# A Complex Istp/intp Relationship



## RhamielAngel (Nov 1, 2010)

I'm an Intp and I'm new to this forum or to any myers briggs forum at all. I was always a bit skeptical about going to others for help or speculation on any of my personal problem, but upon thinking about it for a while, I determined that hearing other's points of view might be appreciated. 

I've known an intp for approximately three years and our relationship has been like something out of a movie in its drama. Of course, I never have any idea what this istp is thinking or why, but perhaps the biggest question that plagues me, is why he's still kept in contact with me after all this time? I've given up on him altogether several times, but he always comes back to grab my intention once again. 
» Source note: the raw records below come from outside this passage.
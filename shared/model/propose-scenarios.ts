import { proposedExposure } from '../hazard/default-exposure';
import { evaluate } from '../hazard/evaluate';
import type { RuleSetId } from '../hazard/rule-sets';
import { isEvaluated, scenarioCase } from './evaluation-case';
import type { Activity, LaserInputs, Scenario } from './evaluations';
import type { Emission } from './lasers';

/**
 * Situations to begin with: operation for each set of lines that can be on together, and alignment
 * with all of them. A proposal: the author changes, adds and answers for the rest.
 */
export function proposeScenarios(inputs: LaserInputs, ruleSet: RuleSetId): Scenario[] {
  const groups = groupsOf(inputs);
  const operations = groups.map((group, index) =>
    scenarioOf(inputs, ruleSet, { activity: 'operation', group, index }),
  );
  const alignments = groups.map((group, index) =>
    scenarioOf(inputs, ruleSet, { activity: 'alignment', group, index }),
  );
  return [...operations, ...alignments];
}

interface Group {
  readonly name: string;
  readonly emissions: readonly Emission[];
}

interface Proposal {
  readonly activity: Activity;
  readonly group: Group;
  readonly index: number;
}

/** The named sets and the lines in none of them; without sets, all lines that leave the same way. */
function groupsOf(inputs: LaserInputs): Group[] {
  const { emissions, emissionSets } = inputs;
  const inSets = new Set(emissionSets.flatMap((set) => set.emissionIds));
  const sets = emissionSets.map((set) => ({
    name: set.name,
    emissions: emissions.filter(({ id }) => set.emissionIds.includes(id)),
  }));
  const others = byWayOut(emissions.filter(({ id }) => !inSets.has(id)));
  return [...sets.flatMap(splitByWayOut), ...others].filter((group) => group.emissions.length > 0);
}

function splitByWayOut(group: Group): Group[] {
  const parts = byWayOut(group.emissions);
  return parts.length === 1 ? [group] : parts;
}

function byWayOut(emissions: readonly Emission[]): Group[] {
  const ways = new Map<string, Emission[]>();
  for (const emission of emissions) {
    const { delivery, numericalAperture, modeFieldDiameterUm } = emission;
    const way = JSON.stringify([delivery, numericalAperture?.value, modeFieldDiameterUm?.value]);
    ways.set(way, [...(ways.get(way) ?? []), emission]);
  }
  return [...ways.values()].map((group) => ({
    name: group.length === 1 ? (group[0]?.label ?? '') : 'all lines',
    emissions: group,
  }));
}

function scenarioOf(
  inputs: LaserInputs,
  ruleSet: RuleSetId,
  { activity, group, index }: Proposal,
): Scenario {
  const { emissions } = group;
  const word = activity === 'operation' ? 'Operation' : 'Alignment';
  const wavelengths = emissions.flatMap(({ wavelengthNm, wavelengthToNm }) =>
    wavelengthToNm ? [wavelengthNm.value, wavelengthToNm.value] : [wavelengthNm.value],
  );
  const scenario: Scenario = {
    id: `${activity}-${index + 1}`,
    activity,
    name: group.name ? `${word}, ${group.name}`.slice(0, 80) : word,
    emissionIds: emissions.map(({ id }) => id),
    atWavelengthNm: {},
    ...exposureFor(wavelengths, activity),
    path: { kind: 'direct' },
  };
  const tunable = emissions.filter(({ wavelengthToNm }) => wavelengthToNm);
  const chosen = tunable.map((emission) => [
    emission.id,
    farthestReachNm(inputs, ruleSet, { scenario, emission }),
  ]);
  return { ...scenario, atWavelengthNm: Object.fromEntries(chosen) as Record<string, number> };
}

/** Looking for the beam, the eye does not turn away from it. */
const ALIGNMENT_S = 10;

/** The engine's proposal for the direct beam; in alignment no aversion is counted on. */
function exposureFor(
  wavelengthsNm: readonly number[],
  activity: Activity,
): Pick<Scenario, 'eyeS' | 'skinS' | 'exposureReason'> {
  const { eyeS, skinS, reason } = proposedExposure(wavelengthsNm, 'direct');
  if (activity !== 'alignment' || eyeS >= ALIGNMENT_S) {
    return { eyeS, skinS, exposureReason: reason };
  }
  return {
    eyeS: ALIGNMENT_S,
    skinS: Math.max(skinS, ALIGNMENT_S),
    exposureReason: '10 s: in alignment people look for the beam, so no aversion is counted on.',
  };
}

/** Wavelengths at which a table of some edition has an edge, nm. */
const EDGES_NM = [
  302.5, 315, 400, 450, 500, 550, 600, 700, 1050, 1150, 1200, 1400, 1500, 1800, 2600,
];

/**
 * Of the ends of the tuning range and the edges of tables inside it, the wavelength that reaches
 * farthest. A start, not the worst case over the range: the situation says at what it was evaluated.
 */
function farthestReachNm(
  inputs: LaserInputs,
  ruleSet: RuleSetId,
  { scenario, emission }: { scenario: Scenario; emission: Emission },
): number {
  const fromNm = emission.wavelengthNm.value;
  const toNm = emission.wavelengthToNm?.value ?? fromNm;
  const inside = EDGES_NM.filter((edge) => edge > fromNm && edge < toNm);
  const reaches = [fromNm, ...inside, toNm].map((wavelengthNm) => {
    const alone = {
      ...scenario,
      emissionIds: [emission.id],
      atWavelengthNm: { [emission.id]: wavelengthNm },
    };
    const built = scenarioCase(inputs, alone, ruleSet);
    const result = built.ok ? evaluate(built.case, { bare: true }) : undefined;
    const reachM = result && isEvaluated(result) ? result.eye.hazardDistanceM : -1;
    return { wavelengthNm, reachM };
  });
  return reaches.reduce((a, b) => (b.reachM > a.reachM ? b : a)).wavelengthNm;
}
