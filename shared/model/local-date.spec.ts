import * as fc from 'fast-check';
import { describe, expect, it } from 'vitest';
import { addDays, addMonths, dateWords, daysBetween, localDateAt } from './local-date';

describe('months on the calendar', () => {
  it.each([
    ['2026-01-31', 1, '2026-02-28'],
    ['2024-01-31', 1, '2024-02-29'],
    ['2024-02-29', 12, '2025-02-28'],
    ['2024-02-29', 48, '2028-02-29'],
    ['2026-12-15', 1, '2027-01-15'],
    ['2026-01-15', -1, '2025-12-15'],
    ['2026-03-31', -1, '2026-02-28'],
  ])('%s and %d months is %s', (from, months, to) => {
    expect(addMonths(from, months)).toBe(to);
  });

  it('the day never grows, and shrinks only to the last of a shorter month', () => {
    const dates = fc
      .date({ min: new Date('1990-01-01'), max: new Date('2090-01-01'), noInvalidDate: true })
      .map((date) => date.toISOString().slice(0, 10));
    fc.assert(
      fc.property(dates, fc.integer({ min: -240, max: 240 }), (date, months) => {
        const result = addMonths(date, months);
        const day = Number(result.slice(8));
        expect(day).toBeLessThanOrEqual(Number(date.slice(8)));
        if (day < Number(date.slice(8))) expect(addDays(result, 1).slice(8)).toBe('01');
      }),
    );
  });
});

describe('the date of an instant', () => {
  it.each([
    ['2027-03-28T00:30:00.000Z', 'Europe/Berlin', '2027-03-28'],
    ['2026-12-01T23:30:00.000Z', 'Europe/Berlin', '2026-12-02'],
    ['2026-12-01T03:00:00.000Z', 'America/New_York', '2026-11-30'],
    ['2026-12-01T18:20:00.000Z', 'Asia/Kathmandu', '2026-12-02'],
  ])('%s in %s is %s', (instant, zone, date) => {
    expect(localDateAt(new Date(instant), zone)).toBe(date);
  });
});

it('days between and words', () => {
  expect(daysBetween('2026-12-01', '2027-01-01')).toBe(31);
  expect(daysBetween('2027-10-31', '2027-11-01')).toBe(1);
  expect(dateWords('2027-05-03')).toBe('3 May 2027');
});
Is it because he's bored or does he genuinely enjoy my company?


----------



## honestfi (Jun 25, 2010)

First, are you sure he is ISTP? I'm sensing an F in there for a kick off.


----------



## RhamielAngel (Nov 1, 2010)

I'm relatively sure that he's an Istp, though he never took the myers-briggs, so all evidence to back that is mine alone. I've looked at all of the profiles in relation to him, and he seems to fit the Istp profile more than anything else. 

What happened in our relationship to cause such a catastrophic ending so long ago, was primarily my fault. I knew very little about him because he was always hesitant to reveal even the smallest bits of information. I was driven to understand and solve the puzzle that was him, so I probed (admittedly too deeply) into his personal life for information. I don't believe this is what caused the problem however. It must have certainly pestered him, but I think what really did it was when I insisted he was upset with me and that I was the cause of the frustrations he'd been feeling for a while. He snapped, informing me that everything in the world does not revolve around me and then chose to begin ignoring me altogether. I came to find out later that he was having many family problems and it truly had nothing to do with me. By that time, it was too late however because he had decided to shut out the world completely. I was sure I would never hear from him again, and was quite surprised to recieve an email from him several months later. 

We've kept in contact ever since, though there have been a few more dramatic scenes that have caused us to go a couple months without communication, mostly occurring when the above situation is brought to the surface again.


----------



## alionsroar (Jun 5, 2010)

Hanging around someone you don't like sounds like a terrible cure for boredom so I tend to think he does like your company. But what is it that you are after?


----------



## RhamielAngel (Nov 1, 2010)

pc3000 said:


> Hanging around someone you don't like sounds like a terrible cure for boredom so I tend to think he does like your company. But what is it that you are after?


Ah, spotlight on me?! DX 

Currently, I simply want to understand his motives. As for _why_ those motives interest me so, I will admittedly say that I've grown far more attached to him than I am usually willing to admit.


----------



## foashumeu (May 8, 2011)

Hey sorry to bother you, but you won't believe how similar our situations are, I'm an INTP involved with an ISTP for over 3 years now and I can say that I've had the same probs/worries that you are having and I'm still trying to deal with him even now. Would like to send me and IM screen name or something, I think we could debate our experiences and maybe try to find some answers.
Hope to hear from you,
Svet

Just to be clear, I am a straight female and I am not trying to hit on you!


----------



## devoid (Jan 3, 2011)

I just got out of a two-year relationship with an ISTP that turned out to be a total nightmare. We had serious communication issues that by the end of it were almost exclusively stemming from him refusing to make an attempt. Although we got along quite well as friends, we had very different desires both in our personal lives and career interests (or lack thereof), and couldn't always see eye-to-eye. However, I can't say that it's the same problem you might have, since I'm pretty positive now that I am an ENTP. All I know is that ISTPs are notorious for having very unsuccessful relationships, and I have personal experience that definitely backs this up.


----------